• [AIM OF THE EXERCISE]: Give the data again exactly, from its opening line through the line in which "numeric?: boolean;" appears.

Stored items
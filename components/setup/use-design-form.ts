"use client";

import { useState, type FormEvent } from "react";
import type { ZodType } from "zod";
import { ApiError } from "@/lib/api-client";
import { parseDecimal, type DesignQuantity, type DesignUnits } from "@/lib/design/quantities";
import { zodFieldErrors } from "@/lib/validation/result";

export type FormValues = Record<string, string | boolean>;

export interface FieldSpec {
  /** The API field the value goes to. */
  name: string;
  label: string;
  type: "text" | "number" | "select" | "checkbox";
  /** Numbers typed in the user's unit for this quantity, converted to SI before validation. */
  quantity?: DesignQuantity;
  required?: boolean;
  /** Selects: an empty choice is sent as null (clears the value) rather than left out. */
  nullable?: boolean;
  /** Selects whose values are numbers (motor phases). */
  numeric?: boolean;
  options?: { value: string; label: string; group?: string }[];
  hint?: string;
  maxLength?: number;
  /** The fieldset the field sits in. */
  group?: string;
  /** Whether the field applies to what has been chosen so far (e.g. diameter only for round ducts). */
  shown?: (values: FormValues) => boolean;
}

interface Options {
  idPrefix: string;
  fields: FieldSpec[];
  initial: FormValues;
  units: DesignUnits;
  /** Values the form does not show but the schema needs (the system of a new section…). */
  fixed?: Record<string, unknown>;
  /** The shared zod schema, built with the user's units so its messages speak them. */
  schema: ZodType;
  /** "create" sends every value; "edit" sends only what the person changed. */
  mode: "create" | "edit";
  save: (payload: Record<string, unknown>) => Promise<unknown>;
  onSaved?: (result: unknown) => void;
  /** Told of every change, for a parent that must keep the values across a remount. */
  onValuesChange?: (values: FormValues) => void;
}

/**
 * A set-up form: values are kept as typed (and kept on error), converted from the user's units to SI,
 * checked with the same schema the server uses, and sent; errors from either side land beside their fields.
 */
export function useDesignForm({ idPrefix, fields, initial, units, fixed = {}, schema, mode, save, onSaved, onValuesChange }: Options) {
  const [values, setValues] = useState<FormValues>(initial);
  const [errors, setErrors] = useState<Record<string, string>>({});
  const [message, setMessage] = useState<string | null>(null);
  const [busy, setBusy] = useState(false);

  const isShown = (f: FieldSpec) => (f.shown ? f.shown(values) : true);
  const id = (name: string) => `${idPrefix}-${name}`;

  function set(name: string, value: string | boolean) {
    setValues((v) => {
      const next = { ...v, [name]: value };
      onValuesChange?.(next);
      return next;
    });
  }

  /** What was typed, in SI, with a message for anything that is not a number. */
  function convert(): { data: Record<string, unknown>; bad: Record<string, string> } {
    const data: Record<string, unknown> = { ...fixed };
    const bad: Record<string, string> = {};
    for (const f of fields) {
      const raw = values[f.name];
      if (f.type === "checkbox") {
        data[f.name] = Boolean(raw);
        continue;
      }
      const text = typeof raw === "string" ? raw.trim() : "";
      if (!isShown(f)) {
        data[f.name] = f.type === "text" ? "" : f.type === "select" && !f.nullable ? undefined : null;
        continue;
      }
      if (f.type === "text") data[f.name] = text;
      else if (f.type === "select") data[f.name] = text === "" ? (f.nullable ? null : undefined) : f.numeric ? Number(text) : text;
      else if (text === "") data[f.name] = f.required ? undefined : null;
      else {
        const n = parseDecimal(text);
        if (!n.ok) bad[f.name] = `${f.label}: ${n.message}`;
        else data[f.name] = f.quantity ? units[f.quantity].toSi(n.value) : n.value;
      }
    }
    for (const key of Object.keys(data)) if (data[key] === undefined) delete data[key];
    return { data, bad };
  }

  function focusFirst(fieldErrors: Record<string, string>) {
    const first = fields.find((f) => fieldErrors[f.name] && isShown(f));
    if (first) document.getElementById(id(first.name))?.focus();
  }

  function show(fieldErrors: Record<string, string>, summary: string) {
    const known = new Set(fields.filter(isShown).map((f) => f.name));
    const stray = Object.entries(fieldErrors).filter(([k]) => !known.has(k));
    setErrors(fieldErrors);
    setMessage(stray.length > 0 ? `${summary} ${stray.map(([, m]) => m).join(" ")}` : summary);
    focusFirst(fieldErrors);
  }

  async function submit(event?: FormEvent) {
    event?.preventDefault();
    setMessage(null);
    const { data, bad } = convert();
    if (Object.keys(bad).length > 0) return show(bad, "Some values are not numbers; nothing was saved.");
    const checked = schema.safeParse(data);
    if (!checked.success) {
      const fieldErrors = zodFieldErrors(checked.error);
      return show(fieldErrors, `Check ${Object.keys(fieldErrors).length === 1 ? "the field marked" : `the ${Object.keys(fieldErrors).length} fields marked`} below; nothing was saved.`);
    }
    let payload = data;
    if (mode === "edit") {
      payload = {};
      for (const f of fields) {
        const before = initial[f.name];
        const now = isShown(f) ? values[f.name] : f.type === "checkbox" ? values[f.name] : "";
        const changed = typeof before === "string" && typeof now === "string" ? before.trim() !== now.trim() : before !== now;
        if (changed && f.name in data) payload[f.name] = data[f.name];
      }
      if (Object.keys(payload).length === 0) {
        setErrors({});
        setMessage("Nothing was changed.");
        return;
      }
    }
    setBusy(true);
    try {
      const result = await save(payload);
      setErrors({});
      onSaved?.(result);
    } catch (err) {
      if (err instanceof ApiError) show(err.fields, err.message);
      else setMessage("Saving failed; your values are still here. Try again.");
    } finally {
      setBusy(false);
    }
  }

  return { values, set, errors, message, busy, submit, id, isShown };
}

• [ANSWER SECTION]:
filename components/setup/use-design-form.ts
"use client";

import { useState, type FormEvent } from "react";
import type { ZodType } from "zod";
import { ApiError } from "@/lib/api-client";
import { parseDecimal, type DesignQuantity, type DesignUnits } from "@/lib/design/quantities";
import { zodFieldErrors } from "@/lib/validation/result";

export type FormValues = Record<string, string | boolean>;

export interface FieldSpec {
  /** The API field the value goes to. */
  name: string;
  label: string;
  type: "text" | "number" | "select" | "checkbox";
  /** Numbers typed in the user's unit for this quantity, converted to SI before validation. */
  quantity?: DesignQuantity;
  required?: boolean;
  /** Selects: an empty choice is sent as null (clears the value) rather than left out. */
  nullable?: boolean;
  /** Selects whose values are numbers (motor phases). */
  numeric?: boolean;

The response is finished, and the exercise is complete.